import fc from 'fast-check';
import { describe, expect, it, vi } from 'vitest';
import { decimal } from '../../../src/trade/number/decimal.ts';
import { exactToText } from '../../../src/trade/number/exact.ts';
import { massOf } from '../../../src/trade/mass/weighing.ts';
import { parseLine, type LineOptions } from '../../../src/trade/lot/line.ts';
import { fineOf, netOf } from '../../../src/trade/piece/piece.ts';
import { hostile, nasty } from '../piece/some-pieces.ts';

// a thousand lots take a while on a busy machine
vi.setConfig({ testTimeout: 120_000 });

const read = (line: string, options?: LineOptions) => {
	const result = parseLine(line, options);
	if (!result.ok) return result.problem.kind;
	const { article, count, weighing, mark } = result.value;
	const fine = fineOf(result.value).map(({ metal, grams }) => `${metal} ${exactToText(grams)}`);
	return [article, count, `${weighing.typed} ${weighing.unit}`, mark, netOf(result.value).grams.toString(), fine.join(' ')];
};

describe('a piece as people type it', () => {
	it.each([
		['14k chain 12.4g x3', ['chain', 3, '12.4 g', '14 kt', '12.4', 'Au 217/30']],
		['x3 12.4g chain 14k', ['chain', 3, '12.4 g', '14 kt', '12.4', 'Au 217/30']],
		['3x 14 kt chain 12,4 grams', ['chain', 3, '12,4 g', '14 kt', '12.4', 'Au 217/30']],
		['14k, chain, 12.4 g, ×3', ['chain', 3, '12.4 g', '14 kt', '12.4', 'Au 217/30']],
		['3 pcs 14-karat chain 12.4 g', ['chain', 3, '12.4 g', '14 kt', '12.4', 'Au 217/30']],
		['925 8 dwt', ['', 1, '8 dwt', '925', '12.44139072', 'Ag 719267901/62500000']],
		['8dwt 925', ['', 1, '8 dwt', '925', '12.44139072', 'Ag 719267901/62500000']],
		['18k 5.2', ['', 1, '5.2 g', '18 kt', '5.2', 'Au 39/10']],
		['5,2 18k', ['', 1, '5,2 g', '18 kt', '5.2', 'Au 39/10']],
		['585 12,4', ['', 1, '12,4 g', '585', '12.4', 'Au 3627/500']],
		['18k ring 5,20 g - 0,35 g stones', ['ring', 1, '5,20 g', '18 kt', '4.85', 'Au 291/80']],
		['ring 14k 5.20g -0.35g stones', ['ring', 1, '5.20 g', '14 kt', '4.85', 'Au 679/240']],
		['14k ring 5.20 g less 0.35 g of stones', ['ring', 1, '5.20 g', '14 kt', '4.85', 'Au 679/240']],
		['14k ring 5.20 g 0.35 g stones', ['ring', 1, '5.20 g', '14 kt', '4.85', 'Au 679/240']],
		['14k ring 3g 0.5ct diamond', ['ring', 1, '3 g', '14 kt', '2.9', 'Au 203/120']],
		['18ct ring 5,20 g', ['ring', 1, '5,20 g', '18 kt', '5.2', 'Au 39/10']],
		['18ct diamond ring 5,20 g', ['diamond ring', 1, '5,20 g', '18 kt', '5.2', 'Au 39/10']],
		['6 sterling forks 316.90g', ['forks', 6, '316.90 g', 'sterling', '316.9', 'Ag 117253/400']],
		['sterling forks 316.90 g x6', ['forks', 6, '316.90 g', 'sterling', '316.9', 'Ag 117253/400']],
		['x2 sovereign', ['sovereign', 2, '15.9761 g', '', '15.9761', 'Au 1757371/120000']],
		['2 sovereigns 15.9 g', ['sovereigns', 2, '15.9 g', '', '15.9', 'Au 583/40']],
		['1/10 oz gold eagle', ['1/10 oz gold eagle', 1, '3.393 g', '', '3.393', 'Au 12441/4000']],
		['9ct sovereign ring 12 g', ['sovereign ring', 1, '12 g', '9 kt', '12', 'Au 9/2']],
		['weighted sterling candlestick 412 g', ['candlestick', 1, '412 g', 'weighted 925', '41.2', 'Ag 3811/100']],
		['candlestick 412 g sterling weighted', ['candlestick', 1, '412 g', 'weighted 925', '41.2', 'Ag 3811/100']],
		['weighted sterling candlestick 412 g -350 g filler', ['candlestick', 1, '412 g', 'weighted 925', '62', 'Ag 1147/20']],
		['weighted sterling candlestick 412 g -80% filler', ['candlestick', 1, '412 g', 'weighted 925', '82.4', 'Ag 3811/50']],
		['1/20 14k gf chain 9.1 g', ['chain', 1, '9.1 g', '1/20 14 kt', '9.1', 'Au 637/2400']],
		['gold filled chain 14k 1/20 9.1 g', ['chain', 1, '9.1 g', '1/20 14 kt', '9.1', 'Au 637/2400']],
		['brass fitting 120 g', ['fitting', 1, '120 g', 'brass', '120', 'Cu 80 Zn 40']],
		['stainless 300 g', ['', 1, '300 g', 'stainless steel', '300', 'Fe 1209/5 Cr 54 Ni 3 C 6/5']],
		['dental Au 625 Pd 180 Ag 120 4.12g', ['dental', 1, '4.12 g', 'Au 625 Pd 180 Ag 120', '4.12', 'Au 103/40 Pd 927/1250 Ag 309/625']],
		['pt950 ring 6.1 g', ['ring', 1, '6.1 g', 'Pt 950', '6.1', 'Pt 1159/200']],
		['14k 3 dwt', ['', 1, '3 dwt', '14 kt', '4.66552152', 'Au 136077711/50000000']],
		['14k 120 gr', ['', 1, '120 gr', '14 kt', '7.7758692', 'Au 45359237/10000000']],
		['0.35 ozt 22k', ['', 1, '0.35 ozt', '22 kt', '10.88621688', 'Au 498951607/50000000']],
		['1 ozt 999 silver bar', ['silver bar', 1, '1 ozt', 'Ag 999', '31.1034768', 'Ag 19420233327/625000000']],
		['1/4 troy ounce 999.9 gold', ['gold', 1, '0.25 ozt', 'Au 999.9', '7.7758692', 'Au 194377290327/25000000000']],
		['white gold 18k ring 5 g', ['white gold ring', 1, '5 g', '18 kt', '5', 'Au 15/4']],
		['gold plated ring 5 g', ['ring', 1, '5 g', 'gold plated', '5', '']],
		['unmarked ring 585 5 g', ['ring', 1, '5 g', '', '5', 'Au 117/40']],
		["men's t-bar 14k 5 g", ["men's t-bar", 1, '5 g', '14 kt', '5', 'Au 35/12']],
		['💍 14k 3 g', ['💍', 1, '3 g', '14 kt', '3', 'Au 7/4']]
	])('%s', (line, expected) => expect(read(line)).toEqual(expected));

	it.each([
		['', 'line-empty'],
		['14k chain', 'line-mass-missing'],
		['6 sterling forks', 'line-mass-missing'],
		['-3 g 14k', 'line-mass-missing'],
		['12.4 g', 'line-mark-missing'],
		['silver spoon 30 g', 'line-mark'],
		['999 bar 10 g', 'line-mark'],
		['15.5k ring 3 g', 'line-mark'],
		['14k 925 5 g', 'line-mark'],
		['585 750', 'line-mark'],
		['14kgf chain 9 g', 'line-mark'],
		['eagle', 'line-coin'],
		['sovereign ring 12 g', 'line-coin-mass'],
		['3 sovereigns 15.97 g', 'line-coin-mass'],
		['14k 5 oz', 'line-unit'],
		['14k 5.2g 8 dwt', 'line-two-masses'],
		['x3 14k 5 g 2 pcs', 'line-two-counts'],
		['3 x 12.4 g 14k', 'line-times-unclear'],
		['18k 5 x 3', 'line-times-unclear'],
		['14k ring 5 g each x3', 'line-each'],
		['14k 5 g 0.5 ct', 'line-carat-unclear'],
		['30 ct ring 5 g', 'line-carat-unclear'],
		['Au 62.5 Pd 18 Ag 12 4 g', 'line-shares-unclear'],
		['14k 1 234.5 g', 'line-grouping-unclear'],
		['14k 12, 4 g', 'line-unexplained'],
		['1e9 g 14k', 'line-unexplained'],
		['14k 18" chain 5 g', 'line-unexplained'],
		['14k 1,234 g', 'line-number'],
		['14k 12..5g', 'line-number'],
		['14k ١٢ g', 'line-number'],
		['14k ½ ozt', 'line-number'],
		['x0 14k 5g', 'line-number'],
		['x2.5 14k 5 g', 'line-number'],
		['14k ring 5 g - 6 g stones', 'line-piece'],
		['14k '.repeat(90), 'line-too-long']
	])('%s is refused: %s', (line, kind) => expect(read(line)).toBe(kind));

	it('says what was found and where', () => {
		const problem = (line: string) => {
			const result = parseLine(line);
			return result.ok ? null : result.problem;
		};
		expect(problem('14k chain 1,234 g')).toEqual({
			kind: 'line-number', start: 10, end: 15, found: '1,234',
			problem: { kind: 'number-ambiguous', text: '1,234', asDecimal: '1.234', asThousands: '1234' }
		});
		expect(problem('14k ring 5.2g 8 dwt')).toEqual({
			kind: 'line-two-masses', first: { start: 9, end: 13, found: '5.2g' }, second: { start: 14, end: 19, found: '8 dwt' }
		});
		expect(problem('14k 5 oz')).toMatchObject({ start: 6, end: 8, found: 'oz', problem: { choices: ['ozt', 'oz-av'] } });
		expect(problem('6 sterling forks')).toEqual({ kind: 'line-mass-missing', unsure: { start: 0, end: 1, found: '6' } });
		expect(problem('14k 1 234.5 g')).toEqual({
			kind: 'line-grouping-unclear', start: 4, end: 11, found: '1 234.5', together: '1234.5'
		});
		expect(problem('sovereign ring 12 g')).toMatchObject({ coin: 'Sovereign', count: 1, start: 0, end: 9 });
	});

	it('takes unit, division, decimal mark and origin from its options', () => {
		const options = { unit: 'dwt', division: decimal('0.05'), mark: 'comma', origin: 'us-before-1981' } as const;
		const own = parseLine('14k 3,2', options);
		expect(own.ok && own.value).toMatchObject({ weighing: { unit: 'dwt', division: decimal('0.05') }, origin: 'us-before-1981' });
		const other = parseLine('14k 3,2 g', options);
		expect(other.ok && other.value.weighing.division).toBe(null);
		expect(read('14k 1.234', options)).toBe('line-number');
	});

	it('reads origin, note and the classes that follow', () => {
		const piece = (line: string) => {
			const result = parseLine(line);
			return result.ok ? [result.value.origin, result.value.lossClass, result.value.note] : result.problem.kind;
		};
		expect(piece('pre-1981 14k ring 5 g # blue box')).toEqual(['us-before-1981', 'clean', 'blue box']);
		expect(piece('hallmarked 750 chain 5 g')).toEqual(['hallmarked', 'worn', '']);
		expect(piece('585 ring 5 g')).toEqual(['uncontrolled', 'clean', '']);
		expect(piece('14k diamond ring 5 g')).toEqual(['us-modern', 'stone-set', '']);
		expect(piece('14k diamond ring 5 g -0.2 g stones')).toEqual(['us-modern', 'clean', '']);
		expect(piece('10k ring 5 g')).toEqual(['us-modern', 'zinc-solder', '']);
		expect(piece('dental Au 625 Pd 180 4.12 g')).toEqual(['unmarked', 'dental', '']);
		expect(piece('brass fitting 120 g')).toEqual(['unmarked', 'base', '']);
		expect(piece('2 sovereigns')).toEqual(['hallmarked', 'clean', 'legal mass, not weighed']);
		expect(piece('999.9 gold bar 10 g')).toEqual(['stranger-bar', 'bar', '']);
	});
});

describe('hostile lines', () => {
	it('two hundred of them, alone and beside a good line, give a problem or a right value', () => {
		expect(nasty.length).toBeGreaterThanOrEqual(200);
		for (const text of nasty) {
			for (const line of [text, `${text} 14k 5.2 g`, `14k 5.2 g ${text}`, `14k ${text} g`]) check(line);
		}
	});

	it('any mixture neither throws nor invents digits', () => {
		fc.assert(fc.property(hostile, check), { numRuns: 5_000 });
	});

	it('a mass in any word order, glued or not, with comma or dot, is never another', () => {
		const parts = fc.tuple(
			fc.integer({ min: 1, max: 99_999 }), fc.constantFrom('.', ','), fc.constantFrom('g', ' g', ' grams'),
			fc.constantFrom('14k', '18 kt', 'sterling', 'Pt 950'), fc.constantFrom('ring', 'old chain', ''), fc.integer({ min: 1, max: 99 }),
			fc.shuffledSubarray([0, 1, 2, 3], { minLength: 4 })
		);
		fc.assert(
			fc.property(parts, ([hundredths, sign, unit, mark, article, count, order]) => {
				const digits = hundredths.toString().padStart(3, '0');
				const typed = `${digits.slice(0, -2)}${sign}${digits.slice(-2)}`;
				const words = [`${typed}${unit}`, mark, article, `x${count}`];
				const line = order.map((at) => words[at]!).join(' ');
				const result = parseLine(line);
				expect(result.ok ? null : [line, result.problem]).toBe(null);
				if (!result.ok) return;
				expect(massOf(result.value.weighing).grams.times(100).toString()).toBe(hundredths.toString());
				expect([result.value.count, result.value.article, result.value.weighing.typed]).toEqual([count, article, typed]);
			}),
			{ numRuns: 1_000 }
		);
	});
});

/** A taken line holds only numbers whose digits stand in it, together and in one piece. */
function check(line: string): void {
	const result = parseLine(line);
	if (!result.ok) {
		expect(result.problem.kind).toMatch(/^line-/);
		if ('start' in result.problem) {
			const { start, end } = result.problem;
			expect(start >= 0 && end <= line.length && start < end).toBe(true);
			if (result.problem.kind !== 'line-mark' && result.problem.kind !== 'line-shares-unclear') {
				expect(line.slice(start, end)).toBe(result.problem.found);
			}
		}
		return;
	}
	const { weighing, count, note } = result.value;
	expect(weighing.reading.isFinite() && weighing.reading.gt(0) && Number.isSafeInteger(count) && count > 0).toBe(true);
	if (note.includes('legal mass')) return;
	const shown = weighing.reading.toString().replace('.', '').replace(/^0+/, '');
	const fractions = line.includes('/');
	expect(fractions || line.replace(/[.,'\u2019]/g, '').includes(shown)).toBe(true);
	const net = netOf(result.value).grams;
	expect(net.gte(0)).toBe(true);
}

[EXERCISE REQUIREMENTS]:
Exactly reproduce the line containing "const net = netOf(result.value).grams;" and all lines after it in the material, stopping only at the end.

[TASK OUTPUT]:
	const net = netOf(result.value).grams;
	expect(net.gte(0)).toBe(true);
}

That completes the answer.